Modern channel structures and go-to-market programmes are now being rolled out in the Middle East. As this happens, channel partners need to show maturity and understanding when analysing the various pros and cons of each model. They also need to understand the difference between direct sales and marketing engagement and indirect product fulfilment. It is not unusual for vendors to proactively lead the sale to enterprise clients and then pull in the channel for the fulfilment, implementation and maintenance of a project.

Disintermediation is not a black and white scenario and distributors and resellers need to take a step back from time-to-time and appreciate the bigger picture.

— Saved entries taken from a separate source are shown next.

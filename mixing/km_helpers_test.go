package mixing

import (
	"math"
	"math/rand/v2"
	"testing"

	"github.com/antipode-color/antipode/cie"
	"github.com/antipode-color/antipode/colorimetry"
)

// Synthetic test models. Their K and S are invented shapes (a test
// fixture made from a known model, as the house rules allow for
// calibration checks), not data of any real colorant.

// gridKM is the grid of the synthetic models: 400–700 nm at 10 nm, the
// grid of the shared benchmark (shared/bench/README.md).
var gridKM = colorimetry.Grid{Start: 400, Step: 10, N: 31}

// bandShape describes one synthetic colorant: absorption bands (centre,
// width, height in nm and units of the white's scattering) on a floor,
// and a scattering level with a slope.
type bandShape struct {
	name   string
	floor  float64
	bands  [][3]float64
	s0, s1 float64 // S at 400 nm and at 700 nm
}

func (b bandShape) colorant(g colorimetry.Grid) Colorant {
	c := Colorant{Name: b.name, K: make([]float64, g.N), S: make([]float64, g.N)}
	for i := range g.N {
		nm := g.Wavelength(i)
		k := b.floor
		for _, bd := range b.bands {
			d := (nm - bd[0]) / bd[1]
			k += bd[2] * math.Exp(-0.5*d*d)
		}
		c.K[i] = k
		c.S[i] = b.s0 + (b.s1-b.s0)*(nm-g.Start)/(g.End()-g.Start)
	}
	return c
}

// synthShapes are twelve invented chromatic colorants and a black.
var synthShapes = []bandShape{
	{"lemon", 0.02, [][3]float64{{420, 30, 6}}, 0.30, 0.20},
	{"amber", 0.02, [][3]float64{{460, 45, 8}}, 0.25, 0.15},
	{"vermilion", 0.03, [][3]float64{{500, 50, 10}}, 0.35, 0.25},
	{"rose", 0.02, [][3]float64{{540, 35, 8}}, 0.25, 0.20},
	{"violet", 0.05, [][3]float64{{570, 45, 8}, {480, 30, 1}}, 0.20, 0.15},
	{"ultramarine", 0.05, [][3]float64{{610, 55, 10}}, 0.25, 0.15},
	{"cyan", 0.03, [][3]float64{{650, 50, 12}}, 0.30, 0.25},
	{"viridian", 0.04, [][3]float64{{440, 35, 7}, {650, 45, 7}}, 0.15, 0.10},
	{"olive", 0.30, [][3]float64{{430, 50, 6}, {620, 60, 3}}, 0.20, 0.20},
	{"ochre", 0.05, [][3]float64{{450, 60, 5}}, 0.50, 0.40},
	{"oxide-red", 0.10, [][3]float64{{480, 70, 9}}, 0.60, 0.45},
	{"carbon", 6, nil, 0.30, 0.30},
}

// synthWhite is the white: little absorption with a blue edge, S = 1.
func synthWhite(g colorimetry.Grid) Colorant {
	c := Colorant{Name: "white", K: make([]float64, g.N), S: make([]float64, g.N)}
	for i := range g.N {
		nm := g.Wavelength(i)
		c.K[i] = 0.008 + 0.2*math.Exp(-(nm-380)/12)
		c.S[i] = 1
	}
	return c
}

// synthModel returns a model of the white and the first n synthetic
// colorants, with k1 = 0.04 (n = 1.5) and k2 = 0.6, specular included,
// as in the shared benchmark.
func synthModel(n int) *Pigments {
	p := &Pigments{Grid: gridKM, White: "white", Surface: Saunderson{K1: 0.04, K2: 0.6, RefractiveIndex: 1.5}}
	p.Colorants = append(p.Colorants, synthWhite(gridKM))
	for _, b := range synthShapes[:n] {
		p.Colorants = append(p.Colorants, b.colorant(gridKM))
	}
	return p
}

// d65 returns the primary illuminant of the tests.
func d65() colorimetry.NamedIlluminant {
	return colorimetry.NamedIlluminant{Name: "D65", Spectrum: cie.D65()}
}

// mustReflectance is Reflectance that fails the test on error.
func mustReflectance(t testing.TB, p *Pigments, a []Amount) colorimetry.Spectrum {
	t.Helper()
	r, err := p.Reflectance(a)
	if err != nil {
		t.Fatal(err)
	}
	return r
}

// randomRecipe draws the white plus k distinct chromatic colorants of p
// with fractions typical of tints.
func randomRecipe(rng *rand.Rand, p *Pigments, k int) []Amount {
	idx := rng.Perm(len(p.Colorants) - 1)[:k]
	rest := 1.0
	var out []Amount
	for _, i := range idx {
		f := 0.005 + 0.15*rng.Float64()
		out = append(out, Amount{Name: p.Colorants[i+1].Name, Value: f})
		rest -= f
	}
	return append([]Amount{{Name: p.White, Value: rest}}, out...)
}

// perturbed returns a copy of p with each colorant's K and S scaled by
// factors within ±frac (seeded): a deliberately mis-calibrated model.
func perturbed(p *Pigments, frac float64, seed uint64) *Pigments {
	rng := rand.New(rand.NewPCG(seed, 1))
	q := *p
	q.Colorants = nil
	for _, c := range p.Colorants {
		fk := 1 + frac*(2*rng.Float64()-1)
		fs := 1 + frac*(2*rng.Float64()-1)
		d := Colorant{Name: c.Name, K: make([]float64, len(c.K)), S: make([]float64, len(c.S))}
		for l := range c.K {
			d.K[l] = c.K[l] * fk
			d.S[l] = c.S[l] * fs
		}
		q.Colorants = append(q.Colorants, d)
	}
	return &q
}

This will be especially true for channel partners in this region as vendors implement increasingly sophisticated programmes that stratify and classify partners into clear groups with specific customer targets.

Moving on to regionalisation, which is really a concept that goes hand-in-hand with the development of mature channel structures and the implementation of sophisticated partner programmes, and it is clear that the Middle East and Africa region is already heading off down this path.

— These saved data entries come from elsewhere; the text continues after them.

// solve minimises the objective: a grid over the feasible set gives
// starting points (with the extra starts given), each refined by
// Nelder–Mead on the projected problem. It returns the best free
// coverages and their ΔE00.
func (pr *htProblem) solve(extra [][]float64, levels int) ([]float64, float64, error) {
	nf := len(pr.free)
	if nf == 0 {
		x := []float64{}
		_, de := pr.objective(x)
		return x, de, nil
	}
	if levels == 0 {
		levels = [...]int{0, 41, 21, 11, 9}[nf]
	}
	var starts []htStart
	keep := func(x []float64) {
		f, _ := pr.objective(x)
		starts = append(starts, htStart{append([]float64(nil), x...), f})
	}
	x := make([]float64, nf)
	var walk func(t int, sum float64)
	walk = func(t int, sum float64) {
		if t == nf {
			keep(x)
			return
		}
		i := pr.free[t]
		for l := range levels {
			v := pr.hi[i] * float64(l) / float64(levels-1)
			if sum+v > pr.budget+1e-12 {
				break
			}
			x[t] = v
			walk(t+1, sum+v)
		}
	}
	walk(0, 0)
	for _, e := range extra {
		keep(pr.project(make([]float64, nf), e))
	}
	sort.SliceStable(starts, func(a, b int) bool { return starts[a].f < starts[b].f })
	// The three best starts at least 0.2 apart in every direction's sense
	// (Chebyshev distance), so the local searches do not repeat.
	var picked []htStart
	for _, s := range starts {
		far := true
		for _, p := range picked {
			var d float64
			for t := range s.x {
				d = math.Max(d, math.Abs(s.x[t]-p.x[t]))
			}
			if d < 0.2 {
				far = false
				break
			}
		}
		if far {
			picked = append(picked, s)
			if len(picked) == 3 {
				break
			}
		}
	}

	const penalty = 100 // ΔE00 per unit² of distance outside the feasible set
	proj := make([]float64, nf)
	var bestX []float64
	bestF, bestDE := math.Inf(1), math.Inf(1)
	converged := false
	evals := 0
	prob := optimize.Problem{Func: func(u []float64) float64 {
		pr.project(proj, u)
		f, de := pr.objective(proj)
		var d2 float64
		for t := range u {
			d := u[t] - proj[t]
			d2 += d * d
		}
		if f < bestF {
			bestF, bestDE = f, de
			bestX = append(bestX[:0], proj...)
		}
		return f + penalty*d2
	}}
	run := func(x0 []float64, size float64) {
		res, err := optimize.Minimize(prob, x0, &optimize.Settings{
			FuncEvaluations: pr.maxEval,
			Converger:       &optimize.FunctionConverge{Absolute: 1e-10, Relative: 1e-10, Iterations: 30 * nf},
		}, &optimize.NelderMead{SimplexSize: size})
		if res != nil {
			evals += res.FuncEvaluations
		}
		if err == nil && res.Status == optimize.FunctionConvergence {
			converged = true
		}
	}
	for _, s := range picked {
		run(s.x, 0.04)
	}
	// Nelder–Mead stalls in the narrow valleys of a colour match (a cone
	// of ΔE00 around a line of equal colours): restart it from the best
	// point with a fresh simplex until it gains no more.
	for range 8 {
		before := bestF
		run(append([]float64(nil), bestX...), 0.01)
		if before-bestF < 1e-9 {
			break
		}
	}
	if !converged {
		return bestX, bestDE, &ConvergenceError{Op: "halftone colour match", Iterations: evals, Best: append([]float64(nil), pr.full(bestX)...), Residual: bestDE}
	}
	return bestX, bestDE, nil
}

// Solve finds the nominal coverages (0–1) that print closest to the
// target reflectance (fraction 0–1; resampled onto the model's grid): the
// smallest ΔE00 under the settings' illuminant (D50 by default), within
// each ink's limit and the total area coverage limit. See SolveLab for the
// method and the recipe's keys.
//
// The first recipe ("choice": "closest spectrum") breaks ties between
// equally close colour matches by the spectral difference from the target
// (a small term, 0.02 ΔE00 per 0.01 of RMS reflectance): of the many ways
// four inks can print a colour it picks the least metameric, the one a
// printed sample was most likely made with. A second recipe ("least ink")
// follows when the least-ink match uses at least one percentage point
// less ink. Recipes are ranked by ΔE00 (within 0.05 ΔE00 they keep this
// order). Extra "spectral_rms" is the RMS reflectance difference from the
// target on the model's grid.
func (m *Halftone) Solve(target colorimetry.Spectrum, set HalftoneSolveSettings) (Solution, error) {
	if target.IsZero() {
		return Solution{}, fmt.Errorf("target: empty spectrum")
	}
	tt, err := target.Resample(m.grid)
	if err != nil {
		return Solution{}, fmt.Errorf("target on the model grid %v: %w", m.grid, err)
	}
	if err := tt.CheckFraction(htNegTol); err != nil {
		return Solution{}, fmt.Errorf("target: %w", err)
	}
	if v, nm := tt.Max(); v > htMaxReflectance {
		return Solution{}, fmt.Errorf("target: reflectance %g at %g nm is above %g: give reflectance as a fraction 0–1, not percent", v, nm, htMaxReflectance)
	}
	pr, scorer, err := m.newProblem(set)
	if err != nil {
		return Solution{}, err
	}
	lab, err := scorer.ObjectLab(tt)
	if err != nil {
		return Solution{}, fmt.Errorf("target: %w", err)
	}
	pr.labT = lab
	pr.spec = tt.Values(nil)
	pr.wSpec = htSpectralWeight
	xs, des, err := pr.solve(nil, 0)
	if err != nil {
		return Solution{}, err
	}
	spectral := pr.recipe(xs, des, "closest spectrum")
	pr.wSpec = 0
	xi, dei, err := pr.solve([][]float64{xs}, 0)
	if err != nil {
		return Solution{}, err
	}
	least := pr.recipe(xi, dei, "least ink")
	sol := Solution{Recipes: []Recipe{spectral}}
	if least.Extra["tac_percent"].(float64) < spectral.Extra["tac_percent"].(float64)-1 {
		sol.Recipes = append(sol.Recipes, least)
		if least.DE00 < spectral.DE00-0.05 {
			sol.Recipes[0], sol.Recipes[1] = least, spectral
		}
	}
	return sol, nil
}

What does regionalisation mean? It is all about the introduction of distribution structures and logistics efficiency that move beyond an approach that treats each individual country as a separate and standalone market. In the distribution space, the process of regionalisation typically involves centralised stocking hubs, the consolidation of in-country distributors to form larger entities and a push towards supply chain efficiency.

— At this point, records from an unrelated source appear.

// FitDyes calibrates a Beer–Lambert–Bouguer model from dilution series.
//
// For every wavelength it solves the least-squares problem over all
// training samples (those not held out) jointly,
//
//	A_s(λ) ≈ A_base(λ) + Σᵢ c_si·εᵢ(λ),  εᵢ(λ) ≥ 0,
//
// by BoundedLS (base free, absorptivities non-negative), leaving out values
// above the absorbance limit. Each equation is weighted by the sample's
// measured transmittance T_s(λ): transmittance noise σ_T becomes
// absorbance noise σ_T/(T·ln 10), so the weighted problem has residuals of
// one variance (first-order propagation, JCGM 100:2008 eq. 10). Single-dye series, blanks and mixtures all
// enter as equations; replicates (two rows of the same dye and
// concentration) are independent measurements and welcome. The standard
// error of each εᵢ(λ) comes from the weighted residual variance,
// σ̂²·[(XᵀWX)⁻¹]ᵢᵢ. Transmittance ≤ 0 is clamped at TransmittanceFloor with
// a warning naming the sample and wavelength.
//
// The report scores every sample (training and held out): RMS spectral
// residual in transmittance and ΔE00 of the transmittance as an object
// colour; it lists each dye's linearity (R² at its peak and the worst over
// its band) and flags samples where the law breaks down.
//
// Errors (wrapping ErrDyeData, naming the sample, dye or wavelength): no
// samples, spectra on different grids, a sample name used twice, a dye
// with fewer than two different non-zero training concentrations, a
// wavelength where every training sample of a dye exceeds the absorbance
// limit, or a calibration that cannot tell the dyes and the base apart.
func FitDyes(samples []DyeSample, set DyeFitSettings) (*Dyes, error) {
	if len(samples) == 0 {
		return nil, fmt.Errorf("%w: no samples", ErrDyeData)
	}
	if set.HoldOut < 0 || set.HoldOut >= 1 || !dyeFinite(set.HoldOut) {
		return nil, fmt.Errorf("hold-out fraction %v is not in [0, 1)", set.HoldOut)
	}
	limit := set.AbsorbanceLimit
	if limit == 0 {
		limit = DefaultAbsorbanceLimit
	}
	if !dyeFinite(limit) || limit <= 0 {
		return nil, fmt.Errorf("absorbance limit %v is not positive", limit)
	}
	scorer := set.Scorer
	if scorer == nil {
		scorer = NewScorer(cie.CIE1931(), cie.D65(), "D65")
	}
	var warns []string

	// Dyes in order of first appearance; samples on one grid.
	g := samples[0].Transmittance.Grid()
	var names []string
	seen := map[string]int{}
	nameLine := map[string]string{}
	for _, s := range samples {
		if prev, dup := nameLine[s.Name]; dup {
			return nil, fmt.Errorf("%s: %w: sample name used twice (also %s)", s.where(), ErrDyeData, prev)
		}
		nameLine[s.Name] = s.where()
		if s.Transmittance.IsZero() {
			return nil, fmt.Errorf("%s: %w: no spectrum", s.where(), ErrDyeData)
		}
		if sg := s.Transmittance.Grid(); !sg.Equal(g) {
			return nil, fmt.Errorf("%s: %w: spectrum on %v, the first sample on %v; measure all samples on one grid", s.where(), ErrDyeData, sg, g)
		}
		for _, a := range s.Amounts {
			if !dyeFinite(a.Value) || a.Value < 0 {
				return nil, fmt.Errorf("%s: %w: concentration of %q is %v", s.where(), ErrDyeData, a.Name, a.Value)
			}
			if _, ok := seen[a.Name]; !ok && a.Value > 0 {
				seen[a.Name] = len(names)
				names = append(names, a.Name)
			}
		}
	}
	if len(names) == 0 {
		return nil, fmt.Errorf("%w: every sample is a blank; the calibration needs dye samples", ErrDyeData)
	}
	n, nl := len(names), g.N
	conc := make([][]float64, len(samples))
	for k, s := range samples {
		conc[k] = make([]float64, n)
		for _, a := range s.Amounts {
			if i, ok := seen[a.Name]; ok {
				conc[k][i] += a.Value
			}
		}
	}
	held := chooseDyeHoldOut(samples, conc, set.HoldOut)

	// Absorbance of every sample.
	absb := make([][]float64, len(samples))
	for k, s := range samples {
		absb[k] = make([]float64, nl)
		var clamped []float64
		for j := range nl {
			t := s.Transmittance.Value(j)
			if t <= TransmittanceFloor {
				if t <= 0 {
					clamped = append(clamped, g.Wavelength(j))
				}
				t = TransmittanceFloor
			}
			absb[k][j] = -math.Log10(t)
		}
		if len(clamped) > 0 {
			warns = append(warns, fmt.Sprintf("%s: transmittance ≤ 0 at %s; absorbance undefined, clamped at T = %g (A = %g)",
				s.where(), dyeNMList(clamped), TransmittanceFloor, -math.Log10(TransmittanceFloor)))
		}
	}

	// Each dye needs two different non-zero training concentrations.
	for i, name := range names {
		levels := map[float64]bool{}
		var where []string
		for k := range samples {
			if !held[k] && conc[k][i] > 0 {
				levels[conc[k][i]] = true
				where = append(where, samples[k].where())
			}
		}
		if len(levels) < 2 {
			if len(levels) == 0 {
				return nil, fmt.Errorf("%w: dye %q has no training sample (all held out)", ErrDyeData, name)
			}
			return nil, fmt.Errorf("%w: dye %q has a single concentration (%s); a slope needs at least two different concentrations", ErrDyeData, name, strings.Join(where, "; "))
		}
	}

	// Per-wavelength fit.
	p := n + 1
	eps := make([][]float64, n)
	se := make([][]float64, n)
	for i := range n {
		eps[i] = make([]float64, nl)
		se[i] = make([]float64, nl)
	}
	base := make([]float64, nl)
	lo := make([]float64, p)
	hi := make([]float64, p)
	lo[0] = math.Inf(-1)
	for i := range hi {
		hi[i] = math.Inf(1)
	}
	seOK := true
	excluded := map[int][]float64{} // sample → wavelengths left out
	for j := range nl {
		var rows []int
		for k := range samples {
			if held[k] {
				continue
			}
			if absb[k][j] > limit {
				excluded[k] = append(excluded[k], g.Wavelength(j))
				continue
			}
			rows = append(rows, k)
		}
		for i, name := range names {
			ok := false
			for _, k := range rows {
				if conc[k][i] > 0 {
					ok = true
					break
				}
			}
			if !ok {
				return nil, fmt.Errorf("%w: at %g nm every training sample of dye %q has absorbance above the limit %g; dilute the series or raise the limit",
					ErrDyeData, g.Wavelength(j), name, limit)
			}
		}
		x := mat.NewDense(len(rows), p, nil)
		y := make([]float64, len(rows))
		for r, k := range rows {
			// Row weight T: absorbance noise is σ_T/(T·ln 10), so the
			// weighted residuals share one variance.
			w := math.Pow(10, -absb[k][j])
			x.Set(r, 0, w)
			for i := range n {
				x.Set(r, i+1, w*conc[k][i])
			}
			y[r] = w * absb[k][j]
		}
		beta, rnorm, err := BoundedLS(x, y, lo, hi)
		if err != nil {
			return nil, fmt.Errorf("fit at %g nm: %w", g.Wavelength(j), err)
		}
		base[j] = beta[0]
		for i := range n {
			eps[i][j] = beta[i+1]
		}
		// Standard errors: σ̂²·diag((XᵀWX)⁻¹) (x holds W^½·X).
		var xtx mat.SymDense
		xtx.SymOuterK(1, x.T())
		var inv mat.Dense
		if err := inv.Inverse(&xtx); err != nil {
			return nil, fmt.Errorf("%w: at %g nm the training samples cannot tell the base and the dyes apart (%v); add blanks or vary each dye on its own",
				ErrDyeData, g.Wavelength(j), err)
		}
		dof := len(rows) - p
		if dof < 1 {
			seOK = false
			continue
		}
		s2 := rnorm * rnorm / float64(dof)
		for i := range n {
			se[i][j] = math.Sqrt(s2 * math.Max(0, inv.At(i+1, i+1)))
		}
	}
	for k, nms := range excluded {
		warns = append(warns, fmt.Sprintf("%s: absorbance above %g at %s left out of the fit (stray light)", samples[k].where(), limit, dyeNMList(nms)))
	}

	m := &Dyes{grid: g, unit: set.Unit, base: base, limit: limit}
	for i, name := range names {
		d := Dye{Name: name, Absorptivity: eps[i], CalibratedMin: math.Inf(1)}
		if seOK {
			d.StdErr = se[i]
		}
		for k := range samples {
			if c := conc[k][i]; !held[k] && c > 0 {
				d.CalibratedMin = math.Min(d.CalibratedMin, c)
				d.CalibratedMax = math.Max(d.CalibratedMax, c)
			}
		}
		m.dyes = append(m.dyes, d)
	}
	if err := m.validate(); err != nil {
		return nil, fmt.Errorf("fitted model: %w", err)
	}

	// Fit report.
	fits := make([]SampleFit, len(samples))
	pred := make([]float64, nl)
	for k, s := range samples {
		m.AbsorbanceTo(pred, conc[k], 1)
		ps := m.spectrumOf(pred)
		rms, maxAbs, err := Residual(s.Transmittance, ps)
		if err != nil {
			return nil, fmt.Errorf("%s: %w", s.where(), err)
		}
		de, err := scorer.ObjectDE00(s.Transmittance, ps)
		if err != nil {
			return nil, fmt.Errorf("%s: %w", s.where(), err)
		}
		fits[k] = SampleFit{Name: s.Name, HeldOut: held[k], RMS: rms, MaxAbs: maxAbs, DE00: de}
	}
	m.report = NewFitReport(fits, scorer.Illuminant(), scorer.Observer())
	m.linearity, m.breakdowns = dyeLinearityOf(m, samples, conc, absb, held)
	exKeys := make([]int, 0, len(excluded))
	for k := range excluded {
		exKeys = append(exKeys, k)
	}
	sort.Ints(exKeys)
	for _, k := range exKeys {
		nms := excluded[k]
		// Stray-light flags at the worst wavelength of each sample.
		jw, aw := 0, math.Inf(-1)
		for _, nm := range nms {
			j := int(math.Round((nm - g.Start) / g.Step))
			if absb[k][j] > aw {
				jw, aw = j, absb[k][j]
			}
		}
		m.AbsorbanceTo(pred, conc[k], 1)
		b := Breakdown{Sample: samples[k].Name, Wavelength: g.Wavelength(jw), Absorbance: aw, Expected: pred[jw], Reason: "stray_light"}
		if d, c, ok := dyeSingle(conc[k], names); ok {
			b.Dye, b.Concentration = d, c
		}
		m.breakdowns = append(m.breakdowns, b)
	}
	sort.SliceStable(m.breakdowns, func(a, b int) bool {
		x, y := m.breakdowns[a], m.breakdowns[b]
		if x.Dye != y.Dye {
			return x.Dye < y.Dye
		}
		if x.Concentration != y.Concentration {
			return x.Concentration < y.Concentration
		}
		return x.Reason < y.Reason
	})
	for _, b := range m.breakdowns {
		if b.Reason == "nonlinear" {
			warns = append(warns, fmt.Sprintf("sample %q (%s at %.4g %s): absorbance %.4f at %g nm departs from the line through the lower concentrations (%.4f): Beer–Lambert breaks down",
				b.Sample, b.Dye, b.Concentration, m.unit, b.Absorbance, b.Wavelength, b.Expected))
		}
	}
	if set.HoldOut > 0 {
		k := 0
		for i := range samples {
			if held[i] && !samples[i].HeldOut {
				k++
			}
		}
		want := int(math.Round(set.HoldOut * float64(len(samples))))
		if k < want {
			warns = append(warns, fmt.Sprintf("hold-out %.3g asks for %d samples; only %d could be spared (blanks and each dye's lowest and highest concentrations stay in the fit)", set.HoldOut, want, k))
		}
	}
	sort.Strings(warns)
	m.report.Warnings = append(m.report.Warnings, warns...)
	return m, nil
}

Regionalisation does not happen overnight and is closely linked to political, social and economic factors within a given region. Despite the obstacles that need to be overcome in the Middle East, major vendors such as HP are already laying the foundations for the eventual regionalisation of the IT channel.

HP is working hand-in-hand with key distribution partners to drive a regional approach to channel logistics and improve efficiency throughout the supply chain in the Middle East and Africa (MEA). Jebel Ali Free Zone looks set to play a primary role as HP evaluates the potential for stocking hubs in the region and the most efficient way to supply in-country distribution operations.

“I want to differentiate between the first leg of logistics and the second leg,” said Christoph Schell, SPO manager for the ISE region at HP. “The first leg involves HP shipping finished goods from the point of manufacturing to a hub. The second leg is HP or a partner shipping the product to the final country of distribution.”

During the last year, HP has worked hard on the second logistics leg, encouraging distributors from across MEA to set up an operation in Jebel Ali and consolidate shipments there. HP is now looking at how it can expand the role of Jebel Ali for the first leg of logistics.

Schell explains: “We currently have one category of HP products that is moved directly from the manufacturing site to Jebel Ali: low-end inkjet printers. On the desktop PC side, we stopped doing this when the assembly facility in Saudi Arabia opened. With that facility in place, there was no need to have a hub stocking desktop PCs at Jebel Ali. We are now looking closely at notebooks and Intel-based servers and over time I believe we will follow the set-up we have with inkjet printers.”

“If we do decide to have a finished goods inventory hub in Jebel Ali for these products, it will have a big boost in terms of lead times and turnaround times for all those partners that are driving regionalisation with us,” he added.

One of the positive impacts of improvements in the logistics model is the usage of credit lines by major distributors according to Schell. Distributors that pay 100% of the amount due for a shipment within 14 days of purchase from HP receive a 2% discount.

“In the past some distributors were reluctant to do this because it meant they had to pay for the goods before they physically received them,” added Schell. “The enhanced model changes that.”

Regionalisation will be a driving force in the evolution of IT channels in the Middle East and Africa and distributors need to set their stall out early and decide exactly how they want to develop their business in the long-term.